BWAF, which presented the podcast in association with its website Pioneering Women of American Architecture, has worked to promote gender equity by highlighting the achievements   of women architects whose works and innovations regularly went unacknowledged in the male-dominated field. In the podcast Morgan’s extensive background both in architecture and engineering come to life with the voices of experts, biographers and multiple historians who extensively studied her groundbreaking career.

During the episode, one historian said Morgan, who was unknowingly either 5 feet, 2 or 3 inches tall, would regularly work in what was known as the “French walking suit.” She kept a busy schedule and often worked while traveling on trains.

Decades after her death in 1957, Morgan is remembered as the pioneering landscape architect behind many of California’s historic buildings.

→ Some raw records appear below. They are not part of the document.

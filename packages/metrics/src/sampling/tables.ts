// MIL-STD-105E (1989) "Sampling procedures and tables for inspection by attributes", public
// domain; the same tables as ANSI/ASQ Z1.4 and ISO 2859-1. Percent-nonconforming AQLs 0.010–10.

export type InspectionLevel = 'S-1' | 'S-2' | 'S-3' | 'S-4' | 'I' | 'II' | 'III';
export type Severity = 'normal' | 'tightened' | 'reduced';

export const INSPECTION_LEVELS: readonly InspectionLevel[] = [
  'S-1',
  'S-2',
  'S-3',
  'S-4',
  'I',
  'II',
  'III',
];

/** Table I — Sample size code letters: [largest lot size, S-1, S-2, S-3, S-4, I, II, III]. */
export const TABLE_I: ReadonlyArray<
  readonly [number, string, string, string, string, string, string, string]
> = [
  [8, 'A', 'A', 'A', 'A', 'A', 'A', 'B'],
  [15, 'A', 'A', 'A', 'A', 'A', 'B', 'C'],
  [25, 'A', 'A', 'B', 'B', 'B', 'C', 'D'],
  [50, 'A', 'B', 'B', 'C', 'C', 'D', 'E'],
  [90, 'B', 'B', 'C', 'C', 'C', 'E', 'F'],
  [150, 'B', 'B', 'C', 'D', 'D', 'F', 'G'],
  [280, 'B', 'C', 'D', 'E', 'E', 'G', 'H'],
  [500, 'B', 'C', 'D', 'E', 'F', 'H', 'J'],
  [1200, 'C', 'C', 'E', 'F', 'G', 'J', 'K'],
  [3200, 'C', 'D', 'E', 'G', 'H', 'K', 'L'],
  [10000, 'C', 'D', 'F', 'G', 'J', 'L', 'M'],
  [35000, 'C', 'D', 'F', 'H', 'K', 'M', 'N'],
  [150000, 'D', 'E', 'G', 'J', 'L', 'N', 'P'],
  [500000, 'D', 'E', 'G', 'J', 'M', 'P', 'Q'],
  [Infinity, 'D', 'E', 'H', 'K', 'N', 'Q', 'R'],
];

/** Column heads of Tables II-A to II-C used here (AQL in percent nonconforming). */
export const AQLS: readonly number[] = [
  0.01, 0.015, 0.025, 0.04, 0.065, 0.1, 0.15, 0.25, 0.4, 0.65, 1, 1.5, 2.5, 4, 6.5, 10,
];

/** Sample sizes by code letter: Tables II-A and II-B (S appears in II-B only). */
export const SAMPLE_SIZES: Readonly<Record<string, number>> = {
  A: 2,
  B: 3,
  C: 5,
  D: 8,
  E: 13,
  F: 20,
  G: 32,
  H: 50,
  J: 80,
  K: 125,
  L: 200,
  M: 315,
  N: 500,
  P: 800,
  Q: 1250,
  R: 2000,
  S: 3150,
};

/** Sample sizes by code letter under reduced inspection: Table II-C. */
export const REDUCED_SAMPLE_SIZES: Readonly<Record<string, number>> = {
  A: 2,
  B: 2,
  C: 2,
  D: 3,
  E: 5,
  F: 8,
  G: 13,
  H: 20,
  J: 32,
  K: 50,
  L: 80,
  M: 125,
  N: 200,
  P: 315,
  Q: 500,
  R: 800,
};

// Cells read as printed: "Ac/Re", ↓ = use the first plan below, ↑ = use the first plan above,
// · = no entry.

/** Table II-A — Single sampling plans for normal inspection (master table). */
const TABLE_II_A = `
  AQL 0.010 0.015 0.025 0.040 0.065  0.10  0.15  0.25  0.40  0.65   1.0   1.5   2.5   4.0   6.5    10
  A     ↓     ↓     ↓     ↓     ↓     ↓     ↓     ↓     ↓     ↓     ↓     ↓     ↓     ↓   0/1     ↓
  B     ↓     ↓     ↓     ↓     ↓     ↓     ↓     ↓     ↓     ↓     ↓     ↓     ↓   0/1     ↑     ↓
  C     ↓     ↓     ↓     ↓     ↓     ↓     ↓     ↓     ↓     ↓     ↓     ↓   0/1     ↑     ↓   1/2
  D     ↓     ↓     ↓     ↓     ↓     ↓     ↓     ↓     ↓     ↓     ↓   0/1     ↑     ↓   1/2   2/3
  E     ↓     ↓     ↓     ↓     ↓     ↓     ↓     ↓     ↓     ↓   0/1     ↑     ↓   1/2   2/3   3/4
  F     ↓     ↓     ↓     ↓     ↓     ↓     ↓     ↓     ↓   0/1     ↑     ↓   1/2   2/3   3/4   5/6
  G     ↓     ↓     ↓     ↓     ↓     ↓     ↓     ↓   0/1     ↑     ↓   1/2   2/3   3/4   5/6   7/8
  H     ↓     ↓     ↓     ↓     ↓     ↓     ↓   0/1     ↑     ↓   1/2   2/3   3/4   5/6   7/8 10/11
  J     ↓     ↓     ↓     ↓     ↓     ↓   0/1     ↑     ↓   1/2   2/3   3/4   5/6   7/8 10/11 14/15
  K     ↓     ↓     ↓     ↓     ↓   0/1     ↑     ↓   1/2   2/3   3/4   5/6   7/8 10/11 14/15 21/22
  L     ↓     ↓     ↓     ↓   0/1     ↑     ↓   1/2   2/3   3/4   5/6   7/8 10/11 14/15 21/22     ↑
  M     ↓     ↓     ↓   0/1     ↑     ↓   1/2   2/3   3/4   5/6   7/8 10/11 14/15 21/22     ↑     ↑
  N     ↓     ↓   0/1     ↑     ↓   1/2   2/3   3/4   5/6   7/8 10/11 14/15 21/22     ↑     ↑     ↑
  P     ↓   0/1     ↑     ↓   1/2   2/3   3/4   5/6   7/8 10/11 14/15 21/22     ↑     ↑     ↑     ↑
  Q   0/1     ↑     ↓   1/2   2/3   3/4   5/6   7/8 10/11 14/15 21/22     ↑     ↑     ↑     ↑     ↑
  R     ↑     ↑   1/2   2/3   3/4   5/6   7/8 10/11 14/15 21/22     ↑     ↑     ↑     ↑     ↑     ↑
`;

/** Table II-B — Single sampling plans for tightened inspection (master table). */
const TABLE_II_B = `
  AQL 0.010 0.015 0.025 0.040 0.065  0.10  0.15  0.25  0.40  0.65   1.0   1.5   2.5   4.0   6.5    10
  A     ↓     ↓     ↓     ↓     ↓     ↓     ↓     ↓     ↓     ↓     ↓     ↓     ↓     ↓     ↓     ↓
  B     ↓     ↓     ↓     ↓     ↓     ↓     ↓     ↓     ↓     ↓     ↓     ↓     ↓     ↓   0/1     ↓
  C     ↓     ↓     ↓     ↓     ↓     ↓     ↓     ↓     ↓     ↓     ↓     ↓     ↓   0/1     ↓     ↓
  D     ↓     ↓     ↓     ↓     ↓     ↓     ↓     ↓     ↓     ↓     ↓     ↓   0/1     ↓     ↓   1/2
  E     ↓     ↓     ↓     ↓     ↓     ↓     ↓     ↓     ↓     ↓     ↓   0/1     ↓     ↓   1/2   2/3
  F     ↓     ↓     ↓     ↓     ↓     ↓     ↓     ↓     ↓     ↓   0/1     ↓     ↓   1/2   2/3   3/4
  G     ↓     ↓     ↓     ↓     ↓     ↓     ↓     ↓     ↓   0/1     ↓     ↓   1/2   2/3   3/4   5/6
  H     ↓     ↓     ↓     ↓     ↓     ↓     ↓     ↓   0/1     ↓     ↓   1/2   2/3   3/4   5/6   8/9
  J     ↓     ↓     ↓     ↓     ↓     ↓     ↓   0/1     ↓     ↓   1/2   2/3   3/4   5/6   8/9 12/13
  K     ↓     ↓     ↓     ↓     ↓     ↓   0/1     ↓     ↓   1/2   2/3   3/4   5/6   8/9 12/13 18/19
  L     ↓     ↓     ↓     ↓     ↓   0/1     ↓     ↓   1/2   2/3   3/4   5/6   8/9 12/13 18/19     ↑
  M     ↓     ↓     ↓     ↓   0/1     ↓     ↓   1/2   2/3   3/4   5/6   8/9 12/13 18/19     ↑     ↑
  N     ↓     ↓     ↓   0/1     ↓     ↓   1/2   2/3   3/4   5/6   8/9 12/13 18/19     ↑     ↑     ↑
  P     ↓     ↓   0/1     ↓     ↓   1/2   2/3   3/4   5/6   8/9 12/13 18/19     ↑     ↑     ↑     ↑
  Q     ↓   0/1     ↓     ↓   1/2   2/3   3/4   5/6   8/9 12/13 18/19     ↑     ↑     ↑     ↑     ↑
  R   0/1     ↑     ↓   1/2   2/3   3/4   5/6   8/9 12/13 18/19     ↑     ↑     ↑     ↑     ↑     ↑
  S     ·     ·   1/2     ·     ·     ·     ·     ·     ·     ·     ·     ·     ·     ·     ·     ·
`;

/** Table II-C — Single sampling plans for reduced inspection (master table). */
const TABLE_II_C = `
  AQL 0.010 0.015 0.025 0.040 0.065  0.10  0.15  0.25  0.40  0.65   1.0   1.5   2.5   4.0   6.5    10
  A     ↓     ↓     ↓     ↓     ↓     ↓     ↓     ↓     ↓     ↓     ↓     ↓     ↓     ↓   0/1     ↓
  B     ↓     ↓     ↓     ↓     ↓     ↓     ↓     ↓     ↓     ↓     ↓     ↓     ↓   0/1     ↑     ↓
  C     ↓     ↓     ↓     ↓     ↓     ↓     ↓     ↓     ↓     ↓     ↓     ↓   0/1     ↑     ↓   0/2
  D     ↓     ↓     ↓     ↓     ↓     ↓     ↓     ↓     ↓     ↓     ↓   0/1     ↑     ↓   0/2   1/3
  E     ↓     ↓     ↓     ↓     ↓     ↓     ↓     ↓     ↓     ↓   0/1     ↑     ↓   0/2   1/3   1/4
  F     ↓     ↓     ↓     ↓     ↓     ↓     ↓     ↓     ↓   0/1     ↑     ↓   0/2   1/3   1/4   2/5
  G     ↓     ↓     ↓     ↓     ↓     ↓     ↓     ↓   0/1     ↑     ↓   0/2   1/3   1/4   2/5   3/6
  H     ↓     ↓     ↓     ↓     ↓     ↓     ↓   0/1     ↑     ↓   0/2   1/3   1/4   2/5   3/6   5/8
  J     ↓     ↓     ↓     ↓     ↓     ↓   0/1     ↑     ↓   0/2   1/3   1/4   2/5   3/6   5/8  7/10
  K     ↓     ↓     ↓     ↓     ↓   0/1     ↑     ↓   0/2   1/3   1/4   2/5   3/6   5/8  7/10 10/13
  L     ↓     ↓     ↓     ↓   0/1     ↑     ↓   0/2   1/3   1/4   2/5   3/6   5/8  7/10 10/13     ↑
  M     ↓     ↓     ↓   0/1     ↑     ↓   0/2   1/3   1/4   2/5   3/6   5/8  7/10 10/13     ↑     ↑
  N     ↓     ↓   0/1     ↑     ↓   0/2   1/3   1/4   2/5   3/6   5/8  7/10 10/13     ↑     ↑     ↑
  P     ↓   0/1     ↑     ↓   0/2   1/3   1/4   2/5   3/6   5/8  7/10 10/13     ↑     ↑     ↑     ↑
  Q   0/1     ↑     ↓   0/2   1/3   1/4   2/5   3/6   5/8  7/10 10/13     ↑     ↑     ↑     ↑     ↑
  R     ↑     ↑   0/2   1/3   1/4   2/5   3/6   5/8  7/10 10/13     ↑     ↑     ↑     ↑     ↑     ↑
`;

export type Cell = { accept: number; reject: number } | '↓' | '↑' | null;

export interface MasterTable {
  letters: string[];
  cells: Cell[][];
}

function parseTable(text: string): MasterTable {
  const letters: string[] = [];
  const cells: Cell[][] = [];
  for (const line of text.split('\n')) {
    const tokens = line.trim().split(/\s+/);
    if (tokens.length !== AQLS.length + 1 || tokens[0] === 'AQL') continue;
    letters.push(tokens[0]!);
    cells.push(
      tokens.slice(1).map((t): Cell => {
        if (t === '↓' || t === '↑') return t;
        if (t === '·') return null;
        const [ac, re] = t.split('/').map(Number);
        return { accept: ac!, reject: re! };
      }),
    );
  }
  return { letters, cells };
}

export const MASTER_TABLES: Readonly<Record<Severity, MasterTable>> = {
  normal: parseTable(TABLE_II_A),
  tightened: parseTable(TABLE_II_B),
  reduced: parseTable(TABLE_II_C),
};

The San Francisco-native’s designs became the blueprint of more than 700 structures across the state, including the monumental Hearst Castle and El Campanil, the historic bell tower at Mills College in Oakland for its now-acclaimed adamantine framework which withstood the 1906 San Francisco earthquake.

According to the RAM website, Morgan’s original design for the museum was to serve the Young Women’s Christian Association (YWCA). It wasn’t until the organization was formally bought by the Riverside Art Association did the building become what is RAM today.

In 2012, the museum honored Morgan’s design legacy with “Julia Morgan: Foundation and Tradition,” a public exhibition which showcased her vast “plans, prints and photographs” with an emphasis on the Riverside monument’s design.

The “New Angle: Voice” podcast is available on Spotify, Apple Podcasts and Android.